[The records]
^^^^^^^^
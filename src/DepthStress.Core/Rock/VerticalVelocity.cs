namespace DepthStress.Core.Rock;

/// <summary>
/// Velocities across the beds from velocities along a hole that crosses them obliquely: Newton's iteration on the exact phase
/// velocities, each step shortened until it helps.
/// </summary>
public static class VerticalVelocity
{
    /// <summary>The relative misfit of the squared velocities at which the search ends.</summary>
    private const double Tolerance = 1e-14;

    /// <summary>The relative misfit that still counts as met where rounding allows no smaller one.</summary>
    private const double Met = 1e-12;

    private const int MostSteps = 40;
    private const double Probe = 1e-7;
    private const double LongestStep = 0.2;

    /// <summary>Finds both velocities across the beds, m/s; NaN where an input is missing or none fit.</summary>
    /// <param name="vp">Compressional velocity along the hole, m/s.</param>
    /// <param name="vs">Shear velocity along the hole, m/s.</param>
    /// <param name="wave">Which of the two shear waves that is.</param>
    /// <param name="angle">Angle between the hole and the normal of the beds, rad.</param>
    /// <param name="closure">What gives the other stiffnesses, divided by density.</param>
    public static (double Vp, double Vs) Of(double vp, double vs, ShearWave wave, double angle, VtiClosure closure)
    {
        double a = vp * vp, b = vs * vs;
        var miss = Miss(a, b);
        for (var step = 0; step < MostSteps && Size(miss) > Tolerance; step++)
        {
            var (alongA, alongB) = (Miss(a * (1 + Probe), b), Miss(a, b * (1 + Probe)));
            double pa = (alongA.P - miss.P) / Probe, pb = (alongB.P - miss.P) / Probe;
            double sa = (alongA.S - miss.S) / Probe, sb = (alongB.S - miss.S) / Probe;
            var determinant = (pa * sb) - (pb * sa);
            var da = Math.Clamp(((pb * miss.S) - (sb * miss.P)) / determinant, -LongestStep, LongestStep);
            var db = Math.Clamp(((sa * miss.P) - (pa * miss.S)) / determinant, -LongestStep, LongestStep);
            var share = 1.0;
            var better = miss;
            for (; share > 1e-6; share /= 2)
            {
                better = Miss(a * (1 + (share * da)), b * (1 + (share * db)));
                if (Size(better) < Size(miss)) break;
            }

            if (!(Size(better) < Size(miss))) break;
            (a, b, miss) = (a * (1 + (share * da)), b * (1 + (share * db)), better);
        }

        return Size(miss) <= Met ? (Math.Sqrt(a), Math.Sqrt(b)) : (double.NaN, double.NaN);

        (double P, double S) Miss(double c33, double c44)
        {
            var waves = new VtiVelocities(closure.Of(c33, c44), angle);
            return ((waves.Compressional / (vp * vp)) - 1, (waves.Shear(wave) / (vs * vs)) - 1);
        }
    }

    private static double Size((double P, double S) miss) => Math.Max(Math.Abs(miss.P), Math.Abs(miss.S));
}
^^^^^^^^
[Aim of the exercise] The records given above are to be repeated in full, exactly.

[Reply]
filename src/DepthStress.Core/Rock/VerticalVelocity.cs
namespace DepthStress.Core.Rock;

/// <summary>
/// Velocities across the beds from velocities along a hole that crosses them obliquely: Newton's iteration on the exact phase
/// velocities, each step shortened until it helps.
/// </summary>
public static class VerticalVelocity
{
    /// <summary>The relative misfit of the squared velocities at which the search ends.</summary>
    private const double Tolerance = 1e-14;

    /// <summary>The relative misfit that still counts as met where rounding allows no smaller one.</summary>
    private const double Met = 1e-12;

    private const int MostSteps = 40;
    private const double Probe = 1e-7;
    private const double LongestStep = 0.2;

    /// <summary>Finds both velocities across the beds, m/s; NaN where an input is missing or none fit.</summary>
    /// <param name="vp">Compressional velocity along the hole, m/s.</param>
    /// <param name="vs">Shear velocity along the hole, m/s.</param>
    /// <param name="wave">Which of the two shear waves that is.</param>
    /// <param name="angle">Angle between the hole and the normal of the beds, rad.</param>
    /// <param name="closure">What gives the other stiffnesses, divided by density.</param>
    public static (double Vp, double Vs) Of(double vp, double vs, ShearWave wave, double angle, VtiClosure closure)
    {
        double a = vp * vp, b = vs * vs;
        var miss = Miss(a, b);
        for (var step = 0; step < MostSteps && Size(miss) > Tolerance; step++)
        {
            var (alongA, alongB) = (Miss(a * (1 + Probe), b), Miss(a, b * (1 + Probe)));
            double pa = (alongA.P - miss.P) / Probe, pb = (alongB.P - miss.P) / Probe;
            double sa = (alongA.S - miss.S) / Probe, sb = (alongB.S - miss.S) / Probe;
            var determinant = (pa * sb) - (pb * sa);
            var da = Math.Clamp(((pb * miss.S) - (sb * miss.P)) / determinant, -LongestStep, LongestStep);
            var db = Math.Clamp(((sa * miss.P) - (pa * miss.S)) / determinant, -LongestStep, LongestStep);
            var share = 1.0;
            var better = miss;
            for (; share > 1e-6; share /= 2)
            {
                better = Miss(a * (1 + (share * da)), b * (1 + (share * db)));
                if (Size(better) < Size(miss)) break;
            }

            if (!(Size(better) < Size(miss))) break;
            (a, b, miss) = (a * (1 + (share * da)), b * (1 + (share * db)), better);
        }

        return Size(miss) <= Met ? (Math.Sqrt(a), Math.Sqrt(b)) : (double.NaN, double.NaN);

        (double P, double S) Miss(double c33, double c44)
        {
            var waves = new VtiVelocities(closure.Of(c33, c44), angle);
            return ((waves.Compressional / (vp * vp)) - 1, (waves.Shear(wave) / (vs * vs)) - 1);
        }
    }

    private static double Size((double P, double S) miss) => Math.Max(Math.Abs(miss.P), Math.Abs(miss.S));
}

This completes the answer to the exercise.